THE INPUT —
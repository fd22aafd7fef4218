"""Which samples each target is kriged from: the one place that turns NEIGHBOURS and SEARCH_RADIUS into a predictor.

Every toolbox algorithm that krigs (predict, predictmany, crossvalidate, simulate)
reads its NEIGHBOURS (0 = every sample) and SEARCH_RADIUS (empty = no limit) into a
:class:`Neighbourhood`, which checks them once (:meth:`Neighbourhood.resolved`) and,
for the surface algorithms, builds the global or local predictor
(:func:`choose_predictor`), for crossvalidate runs the global or local leave-one-out
(:func:`cross_validate_with`, by the same rules). All three return the log lines to show, as :class:`LogLine`
values, so the plugin only passes them on.
"""
from __future__ import annotations

from collections.abc import Callable
from dataclasses import dataclass

import numpy as np

from ..errors import FieldcastError
from ..model.covariance import CovarianceModel
from ..model.mean import MeanModel
from .crossval import CrossValidation, leave_one_out, local_leave_one_out
from .global_trend import local_trend_options
from .kriging import KrigingPredictor
from .local import LocalKrigingPredictor

GLOBAL_SAMPLE_LIMIT = 5000
"""Most samples kriged all together when NEIGHBOURS is 0; above it each cell uses its nearest
:data:`AUTOMATIC_NEIGHBOURS` (a dense system of 5,000 samples already holds 200 MB and solves slowly)."""
AUTOMATIC_NEIGHBOURS = 64
"""Neighbours per cell chosen for NEIGHBOURS = 0 with more than :data:`GLOBAL_SAMPLE_LIMIT` samples."""


@dataclass(frozen=True)
class LogLine:
    """One line for the run's log: ``level`` is ``"info"`` or ``"warning"``."""

    level: str
    text: str


def search_words(search_radius: float | None, units: str) -> str:
    """Log words for a search radius, `` within 300 m (along the major axis ...)``; "" without one."""
    if search_radius is None:
        return ""
    return f" within {search_radius:g} {units} (along the major axis of the model's anisotropy)"


@dataclass(frozen=True)
class Neighbourhood:
    """The samples each target is kriged from.

    Attributes
    ----------
    neighbours : int
        0 = every sample; otherwise the nearest ``neighbours``.
    search_radius : float or None
        Largest distance of a neighbour along the model's major axis (working CRS units; the search
        ellipse follows the anisotropy), None = no limit. Used with local kriging only.
    local_mean : bool
        LOCAL_MEAN: local kriging re-estimates the mean in each neighbourhood. False (the default) krigs the
        residuals of the trend estimated once from all samples (:mod:`.global_trend`), the neighbours spread
        over sectors; a constant or known mean is kriged in each neighbourhood either way.
    """

    neighbours: int = 0
    search_radius: float | None = None
    local_mean: bool = False

    def resolved(self, mean: MeanModel, per: str, pool: str = "every sample") -> tuple[int, list[LogLine]]:
        """Check NEIGHBOURS against the mean model; return it with the log line for an ignored SEARCH_RADIUS.

        ``per`` names what each neighbourhood serves ("cell", "sample") in the refusal; ``pool`` what is
        used when NEIGHBOURS is 0 ("every sample", "every other sample").

        Raises
        ------
        FieldcastError
            If NEIGHBOURS is negative, or from 1 up to the number of trend terms.
        """
        minimum = mean.n_terms + 1
        if self.neighbours < 0 or 0 < self.neighbours < minimum:
            raise FieldcastError(f"NEIGHBOURS is {self.neighbours}, but the {mean.kind} mean of the model needs at "
                                 f"least {minimum} samples per {per}. Set NEIGHBOURS to {minimum} or more (16 to 64 "
                                 "is common practice), or to 0 for all samples.")
        if self.search_radius is not None and self.search_radius <= 0:
            raise FieldcastError(f"SEARCH_RADIUS is {self.search_radius:g}; it must be positive. Enlarge it, or leave "
                                 "it empty for no limit.")
        lines = []
        if self.neighbours == 0 and self.search_radius is not None:
            lines.append(LogLine("warning", f"SEARCH_RADIUS is ignored: {pool} is used (NEIGHBOURS is 0)."))
        return self.neighbours, lines


def _run_neighbours(neighbourhood: Neighbourhood, mean: MeanModel, count: int, per: str, *, support: str = "point",
                    pool: str = "every sample") -> tuple[int, list[LogLine]]:
    """NEIGHBOURS checked (:meth:`Neighbourhood.resolved`), 0 turned into :data:`AUTOMATIC_NEIGHBOURS` above
    :data:`GLOBAL_SAMPLE_LIMIT` samples with point support, and the log lines that say so."""
    neighbours, lines = neighbourhood.resolved(mean, per, pool=pool)
    if neighbours == 0 and count > GLOBAL_SAMPLE_LIMIT and support == "point":
        neighbours = AUTOMATIC_NEIGHBOURS
        lines.append(LogLine("info", f"NEIGHBOURS is 0 but there are {count:,} samples, more than the "
                                     f"{GLOBAL_SAMPLE_LIMIT:,} kriged all together: each {per} uses its {neighbours} "
                                     "nearest samples instead. Set NEIGHBOURS to choose another number."))
    elif neighbours == 0 and count > GLOBAL_SAMPLE_LIMIT:
        lines.append(LogLine("warning", f"Cell support krigs all {count:,} samples together, which is slow and "
                                        "memory-hungry at this size; point support would use local neighbourhoods."))
    return neighbours, lines


def refuse_local_covariates(mean: MeanModel, neighbours: int, count: int, *, local_mean: bool = True) -> None:
    """FieldcastError when local kriging (``neighbours`` > 0 of ``count`` samples) that re-estimates the mean in
    each neighbourhood (``local_mean``) meets a mean with covariates.

    Covariate coefficients are estimated from all samples (GLS); local kriging that re-estimated them from each
    neighbourhood's few samples would extrapolate a local trend. With ``local_mean`` False the global trend is
    used (:mod:`.global_trend`) and nothing is refused; the message names the LOCAL_MEAN switch.
    """
    if not (neighbours and mean.covariate_names and local_mean):
        return
    automatic = count > GLOBAL_SAMPLE_LIMIT
    raise FieldcastError(
        "Covariates are kriged from all samples, so that their coefficients rest on every sample and not on "
        f"each neighbourhood's few; local kriging ({neighbours} neighbours"
        + (f", chosen because there are more than {GLOBAL_SAMPLE_LIMIT:,} samples" if automatic else "")
        + ") re-estimates the mean in each neighbourhood. Untick LOCAL_MEAN, set NEIGHBOURS to 0"
        + (", thin the samples" if automatic else "") + ", or leave COVARIATES and CLASS_COVARIATES empty.")


def choose_predictor(xy: np.ndarray, values: np.ndarray, covariance: CovarianceModel, mean: MeanModel,
                     neighbourhood: Neighbourhood, *, support: str = "point", units: str = "metre",
                     per: str = "cell", covariates: np.ndarray | None = None,
                     error_variance: np.ndarray | None = None,
                     ) -> tuple[KrigingPredictor | LocalKrigingPredictor, list[LogLine]]:
    """The kriging predictor of a run, global or local, and the log lines that say which and why.

    With NEIGHBOURS 0, every sample is kriged together, except above :data:`GLOBAL_SAMPLE_LIMIT`
    samples with point support, where each target uses its :data:`AUTOMATIC_NEIGHBOURS` nearest.

    Parameters
    ----------
    xy : ndarray, shape (n, 2)
        Sample coordinates, working CRS units.
    values : ndarray, shape (n,) or (n, k)
        Values in the modelling scale, one column per field.
    covariance, mean : CovarianceModel, MeanModel
        The model.
    neighbourhood : Neighbourhood
        NEIGHBOURS, SEARCH_RADIUS and LOCAL_MEAN as chosen.
    support : str
        ``"point"`` or ``"cell"`` (block kriging, global only).
    units : str
        Working CRS unit, for the log.
    per : str
        What each target is called in the log and the refusals ("cell", "target point").
    covariates : ndarray, shape (n, c), optional
        The mean's covariate columns at the samples, when it names covariates.
    error_variance : ndarray, shape (n,), optional
        Per-sample measurement-error variances (modelling units squared), on the diagonal beside the nugget.

    Raises
    ------
    FieldcastError
        If NEIGHBOURS is too small for the mean model, local kriging is asked for cell support, or local kriging
        that re-estimates the mean would be used with covariates.
    """
    count = len(values)
    neighbours, lines = _run_neighbours(neighbourhood, mean, count, per, support=support)
    local_mean = neighbourhood.local_mean
    refuse_local_covariates(mean, neighbours, count, local_mean=local_mean)
    if neighbours == 0:
        lines.append(LogLine("info", f"Kriging from all {count} samples."))
        predictor = KrigingPredictor(xy, values, covariance, mean, covariates, error_variance)
        return predictor, lines + [LogLine("warning", warning) for warning in predictor.warnings]
    if support != "point":
        raise FieldcastError("Cell support is computed from all samples (block kriging); local "
                             "neighbourhoods are for point support. Set NEIGHBOURS to 0, or SUPPORT to point.")
    options, words = local_trend_options(xy, values, covariance, mean, covariates, local_mean, error_variance)
    predictor = LocalKrigingPredictor(xy, values, covariance, mean, neighbours=neighbours, covariates=covariates,
                                      search_radius=neighbourhood.search_radius, error_variance=error_variance,
                                      **options)
    sharing = predictor.sharing_words(per)
    shared = f" ({sharing})" if sharing else ""
    lines.append(LogLine("info", f"Local kriging: each {per} from its {min(neighbours, count)} nearest "
                                 f"samples{search_words(neighbourhood.search_radius, units)}{shared}{words}."))
    return predictor, lines


def cross_validate_with(xy: np.ndarray, values: np.ndarray, covariance: CovarianceModel, mean: MeanModel,
                        neighbourhood: Neighbourhood, *, covariates: np.ndarray | None = None, units: str = "metre",
                        error_variance: np.ndarray | None = None, progress: Callable[[float], None] | None = None,
                        should_stop: Callable[[], bool] | None = None) -> tuple[CrossValidation, list[LogLine]]:
    """Leave-one-out of a run, global (closed form) or local by the same rules as :func:`choose_predictor`,
    and the log lines that say which and how many samples got no prediction.

    With NEIGHBOURS 0 each sample is predicted from every other one (:func:`.crossval.leave_one_out`),
    except above :data:`GLOBAL_SAMPLE_LIMIT` samples, where each uses its :data:`AUTOMATIC_NEIGHBOURS`
    nearest (:func:`.crossval.local_leave_one_out`, as are all runs with NEIGHBOURS > 0).

    Parameters
    ----------
    xy, values, covariance, mean, neighbourhood
        As for :func:`choose_predictor` (one field of values).
    covariates : ndarray of shape (n, c), optional
        The mean's covariate columns at the samples.
    units : str
        Working CRS unit, for the log.
    error_variance : ndarray of shape (n,), optional
        Per-sample measurement-error variances, as for :func:`choose_predictor`.
        With the global trend (LOCAL_MEAN off) its coefficients rest on every sample, the left-out one included.
    progress, should_stop : callable, optional
        Progress (fraction) and cancel of the local leave-one-out.

    Raises
    ------
    FieldcastError
        If NEIGHBOURS is too small for the mean model, local leave-one-out meets covariates, or no sample
        has enough other samples within SEARCH_RADIUS.
    """
    count = len(values)
    neighbours, lines = _run_neighbours(neighbourhood, mean, count, "sample", pool="every other sample")
    local_mean = neighbourhood.local_mean
    refuse_local_covariates(mean, neighbours, count, local_mean=local_mean)
    if neighbours == 0:
        return leave_one_out(xy, values, covariance, mean, covariates, error_variance), lines
    search_radius = neighbourhood.search_radius
    options, words = local_trend_options(xy, values, covariance, mean, covariates, local_mean, error_variance)
    lines.append(LogLine("info", f"Local leave-one-out: each sample from its {min(neighbours, count - 1)} nearest "
                                 f"other samples{search_words(search_radius, units)}{words}."))
    result = local_leave_one_out(xy, values, covariance, mean, neighbours=neighbours, search_radius=search_radius,
                                 covariates=covariates, error_variance=error_variance, progress=progress,
                                 should_stop=should_stop, **options)
    unresolved = count - result.summary()["n"]
    if unresolved == count:
        raise FieldcastError("No sample has enough other samples within SEARCH_RADIUS to be predicted. "
                             "Enlarge SEARCH_RADIUS, or leave it empty.")
    if unresolved:
        lines.append(LogLine("warning", f"{unresolved:,} sample(s) have too few other samples within SEARCH_RADIUS "
                                        "(or neighbours that make a singular system): they get no prediction and are "
                                        "left out of the summary. Enlarge SEARCH_RADIUS, or leave it empty, to "
                                        "include them."))
    return result, lines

WHAT IS EXPECTED —
Beginning with the very first line of the material above, give each line again exactly, ending with the line that contains "reads its NEIGHBOURS".

ANSWER SPACE —
repository fd22aafd7fef4218
"""Which samples each target is kriged from: the one place that turns NEIGHBOURS and SEARCH_RADIUS into a predictor.

Every toolbox algorithm that krigs (predict, predictmany, crossvalidate, simulate)
reads its NEIGHBOURS (0 = every sample) and SEARCH_RADIUS (empty = no limit) into a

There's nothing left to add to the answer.